Bacterial Cell Wall Polymer-Induced Granulomatous Inflammation

Local or systemic injection of peptidoglycan-polysaccharide polymers, which are the primary structural components of cell walls of nearly all bacteria, leads to acute inflammation, which can develop into chronic, spontaneously relapsing, granulomatous inflammation in a number of organs. Evolution into chronic granulomatous inflammation is dependent upon persistence of poorly biodegradable cell wall polymers within tissues, genetically determined host susceptibility, and generation of a T-lymphocyte-mediated immune response. Intraperitoneal injection of peptidoglycan-polysaccharide fragments from group A streptococci or selected intestinal bacteria into susceptible Lewis rats leads to chronic, spontaneously reactivating erosive arthritis and hepatic granulomas. Subserosal (intramural) injection of poorly biodegradable cell wall fragments into the distal intestine of Lewis rats induces chronic, spontaneously relapsing granulomatous enterocolitis with associated arthritis, hepatic granulomas, anemia, and leukocytosis.

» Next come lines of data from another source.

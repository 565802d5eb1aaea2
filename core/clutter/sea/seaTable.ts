import { fromDb, RAD_PER_DEG } from '../../units/index.ts'
import type { ModelNote } from '../types.ts'
import { SEA_LIMITS, seaStrengthDb } from './seaNrl.ts'

/** The water of a study. */
export interface SeaInput {
  readonly seaState: number
  readonly polarisation: 'H' | 'V' | 'circular'
}

/** Does the model cover the frequency? Outside, sea clutter is not assessed. */
export const seaAssessed = (frequencyHz: number): boolean =>
  frequencyHz >= SEA_LIMITS.frequencyGHz.low * 1e9 && frequencyHz <= SEA_LIMITS.frequencyGHz.high * 1e9

export const NOTE_SEA_LOW: ModelNote = {
  mark: 'outside model',
  about: 'sea clutter below 0.1° grazing: the value at 0.1° held, likely high',
}
export const NOTE_SEA_STEEP: ModelNote = { mark: 'outside model', about: 'sea clutter over 60° grazing: the value at 60° held' }
export const NOTE_SEA_STATE: ModelNote = { mark: 'outside model', about: 'sea state over 6: the value at 6 held' }
export const NOTE_SEA_CIRCULAR: ModelNote = { mark: 'outside model', about: 'sea clutter in circular polarisation: the higher of H and V' }

/**
 * Mean sea clutter, dB, at a depression in degrees (the grazing angle of level water): below 0.1° the value at 0.1°, over 60° that at 60°; null
 * at and below 0°, beyond the horizon of the effective earth. Circular polarisation takes the higher of H and V. Source: `seaStrengthDb`.
 */
export function seaMeanDb(frequencyHz: number, depressionDeg: number, sea: SeaInput): number | null {
  if (!(depressionDeg > 0)) return null
  const { grazingDeg, seaState } = SEA_LIMITS
  const grazing = Math.min(grazingDeg.high, Math.max(grazingDeg.low, depressionDeg))
  const state = Math.min(seaState.high, Math.max(seaState.low, sea.seaState))
  const db = (p: 'H' | 'V') => seaStrengthDb(frequencyHz / 1e9, grazing, state, p)
  return sea.polarisation === 'circular' ? Math.max(db('H'), db('V')) : db(sea.polarisation)
}

/** What stands beside sea clutter at a depression, degrees. */
export function seaNotes(depressionDeg: number, sea: SeaInput): ModelNote[] {
  const notes: ModelNote[] = []
  if (depressionDeg < SEA_LIMITS.grazingDeg.low) notes.push(NOTE_SEA_LOW)
  if (depressionDeg > SEA_LIMITS.grazingDeg.high) notes.push(NOTE_SEA_STEEP)
  if (sea.seaState > SEA_LIMITS.seaState.high) notes.push(NOTE_SEA_STATE)
  if (sea.polarisation === 'circular') notes.push(NOTE_SEA_CIRCULAR)
  return notes
}

const LOW_RAD = SEA_LIMITS.grazingDeg.low * RAD_PER_DEG
const HIGH_RAD = SEA_LIMITS.grazingDeg.high * RAD_PER_DEG
const ENTRIES_PER_RAD = 16_384

/** Mean sea clutter, ratio, by depression, for loops: linear between entries, right to 0.01 dB. */
export type SeaTable = Float64Array
export function seaTable(frequencyHz: number, sea: SeaInput): SeaTable {
  const count = Math.ceil((HIGH_RAD - LOW_RAD) * ENTRIES_PER_RAD) + 1
  return Float64Array.from({ length: count }, (_, i) =>
    fromDb(seaMeanDb(frequencyHz, (LOW_RAD + i / ENTRIES_PER_RAD) / RAD_PER_DEG, sea) ?? 0),
  )
}
/** Mean sea clutter at a depression in rad; 0 beyond the horizon of the effective earth. */
export function seaSigma(t: SeaTable, depressionRad: number): number {
  if (!(depressionRad > 0)) return 0
  const x = (depressionRad - LOW_RAD) * ENTRIES_PER_RAD
  if (x <= 0) return t[0]
  const i = x | 0
  if (i >= t.length - 1) return t[t.length - 1]
  return t[i] + (x - i) * (t[i + 1] - t[i])
}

Chronic inflammation does not occur in T-lymphocyte-deficient rats and is prevented by cyclosporin-A therapy and degradation of peptidoglycan by the muralytic enzyme, mutanolysin. Moreover, resistant Buffalo and Fischer F344 rats, the latter sharing identical MHC antigens with Lewis rats, develop only acute inflammation with no chronic granulomatous response. Peptidoglycan-polysaccharide polymers activate almost every limb of the inflammatory response. Blockade of specific pathways suggests that interleukin-1, transforming growth factor-beta, plasma kallikrein, and T lymphocytes are dominant mediators of peptidoglycan-polysaccharide-induced arthritis, hepatic granulomas, and enterocolitis. Because of the similarity of immune mechanisms of these rat models to human disease, bacterial cell wall-induced inflammation provides unique opportunities to study pathogenic mechanisms of granuloma formation in response to ubiquitous microbial agents and to test novel therapeutic agents.